Scientists sometimes ask why policy makers don't pay more attention to scientific results. The answer is that compared to politics science is seen as slow, uncertain and unreliable, esoteric, and unresponsive to policy issues, especially with respect to values involved. Typically, as soon as an issue comes to a policy maker's attention there is pressure for a solution, indeed pressure is often what brings it to attention. Thus issues immediately become political and involve values and interests affected by proposed solutions.
Writing elsewhere on global change policy making I have articulated three principles which might be generalized to apply broadly to science-for-policy [Byerly, 1989]. The first is that ``No one is in charge of policy related to global change.'' Other than the Presidency there is no single agency to give guidance as to what research is needed or to receive the research results. Of course some agencies may feel responsible for part of the global change problem, but action based on a narrow view of the issues may exacerbate the broader problem. A more general form might be ``No one is in charge of science-for-policy.''
The second principle is that ``Officials are saturated with information.'' They are also saturated with demands for action, and sometimes they are paralyzed by demands for conflicting actions. This principle belies an assumption which seems to underlie much scientific planning, i.e., that officials are sitting with clean desks waiting for scientific data which will allow them to spring into action. Rather, officials use information such as ``Texas and Louisiana want oil prices high while New England wants them low.'' Or, ``Climate warming will help North Dakota but shut down Arizona.'' With such political information one can count votes and assemble coalitions, which then may allow action. Politics is bargaining, negotiation, and compromise. To be useful scientific facts must be transformed into political facts [Meyer-Abich, 1980; Clark and Majone, 1985].

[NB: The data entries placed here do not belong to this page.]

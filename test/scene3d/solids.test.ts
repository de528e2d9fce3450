// The 3D drawing of solved electrodes stages from their own shapes (sim/stages/electrodes/solids.ts,
// render/scene3d/electrodes.ts): every shape of the demo scenes becomes a solid whose size is the
// shape's (bounding boxes against the dimensions written in the scene files), holes cut where the
// drawing can cut them, and a quarter of revolved electrodes open towards the viewer.

import { describe, expect, it } from 'vitest';
import { readFileSync } from 'node:fs';
import { join } from 'node:path';
import * as THREE from 'three';
import { parseScene } from '../../sim/scene/load.js';
import { electrodeSolids } from '../../sim/stages/electrodes/solids.js';
import { buildElectrodes } from '../../render/scene3d/electrodes.js';
import type { PlacedStage } from '../../render/scene3d/runInput.js';
import { ROOT } from '../helpers/cli.js';

function placed(file: string): PlacedStage {
  const st = parseScene(readFileSync(join(ROOT, 'scenes', file), 'utf8'), file).stages[0];
  return { type: st.type, zStart: st.zStart, zEnd: st.zEnd, stored: JSON.parse(JSON.stringify(st)) as Record<string, unknown> };
}

const meshes = (g: THREE.Object3D) => { const out: THREE.Object3D[] = []; g.traverse((o) => { if (o instanceof THREE.Mesh || o instanceof THREE.LineSegments) out.push(o); }); return out; };
const box = (o: THREE.Object3D) => new THREE.Box3().setFromObject(o);

describe('electrodes stages drawn from their shapes', () => {
  it('QF-4R: four round rods of 4.52 mm between two 28 mm plates with 3 mm holes', () => {
    const s = placed('qf4r-round-rods.yaml');
    const parts = electrodeSolids(s.stored!);
    expect(parts.filter((p) => p.kind === 'cylinder')).toHaveLength(4);
    const plates = parts.filter((p) => p.kind === 'prism');
    expect(plates).toHaveLength(2);
    for (const p of plates) if (p.kind === 'prism') expect(p.holes).toHaveLength(1);
    const g = buildElectrodes([s], { rods: 'cylindrical' });
    const objs = meshes(g);
    expect(objs).toHaveLength(6);
    const rod = box(objs.find((o) => o.name.startsWith('rods x'))!);
    // Rod centre 8.52 mm off the axis, radius 4.52 mm, from 4 to 36 mm (mm in the scene).
    expect(rod.max.x - rod.min.x).toBeCloseTo(9.04, 2);
    expect((rod.max.x + rod.min.x) / 2).toBeCloseTo(8.52, 2);
    expect(rod.min.z).toBeCloseTo(4, 6);
    expect(rod.max.z).toBeCloseTo(36, 6);
    const plate = box(objs.find((o) => o.name.startsWith('plates'))!);
    expect(plate.max.x - plate.min.x).toBeCloseTo(28, 6);
    expect(plate.max.z - plate.min.z).toBeCloseTo(1, 6);
    // The hole is cut: no triangle of the plate's front face covers the axis.
    const geo = (objs.find((o) => o.name.startsWith('plates')) as THREE.Mesh).geometry;
    const ray = new THREE.Raycaster(new THREE.Vector3(0, 0, -5), new THREE.Vector3(0, 0, 1));
    expect(ray.intersectObject(new THREE.Mesh(geo, new THREE.MeshBasicMaterial({ side: THREE.DoubleSide })))).toHaveLength(0);
  });

  it('T-7T: ring and end caps revolved to 12 mm, the quarter facing the viewer left open', () => {
    const s = placed('t7t-truncated-trap.yaml');
    const parts = electrodeSolids(s.stored!);
    expect(parts.map((p) => p.kind)).toEqual(['lathe', 'lathe', 'lathe']);
    const whole = meshes(buildElectrodes([s], { rods: 'cylindrical' }));
    const ring = box(whole[0]);
    // Ring truncated at r = 12 mm (scene), so the drawing spans ±12 mm across.
    expect(ring.max.x).toBeCloseTo(12, 1);
    expect(ring.min.y).toBeCloseTo(-12, 1);
    // Cut towards +x: no part of the ring there any more (its extent in x stops short of 12 mm on
    // that side by the wedge), while the −x side is whole.
    const cut = box(meshes(buildElectrodes([s], { rods: 'cylindrical', cutAzimuth: 0 }))[0]);
    expect(cut.max.x).toBeLessThan(12 * Math.cos(Math.PI / 4) + 1e-6);
    expect(cut.min.x).toBeCloseTo(-12, 1);
  });
});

The third principal is that ``Policy makers don't want more problems.'' The corollary is that they want solutions to problems which they cannot avoid, preferably solutions with no side effects and no costs, called ``silver bullets.'' The danger, of course, is that for every complex problem there is a solution that is simple, straightforward, popular---and unlikely to work. Pursuant to the Vannevar Bush paradigm, scientists seem to like to promise such solutions (e.g. a global model to predict climate change and allow preventative policy to be made).
An example of the use of a silver bullet occurred during World War II when the U.S. was faced with invading Japan, a large, difficult, and apparently unavoidable problem. We instead used the atomic bomb, which at the time seemed like a silver bullet. It turned out to have many unanticipated costs. Another example, the Green Revolution, boosted food production but may have had unanticipated costs which make it less beneficial, costs such as environmental degradation from fertilizers and pesticides, increased population, decreased genetic diversity of crops, and elimination of many small farms.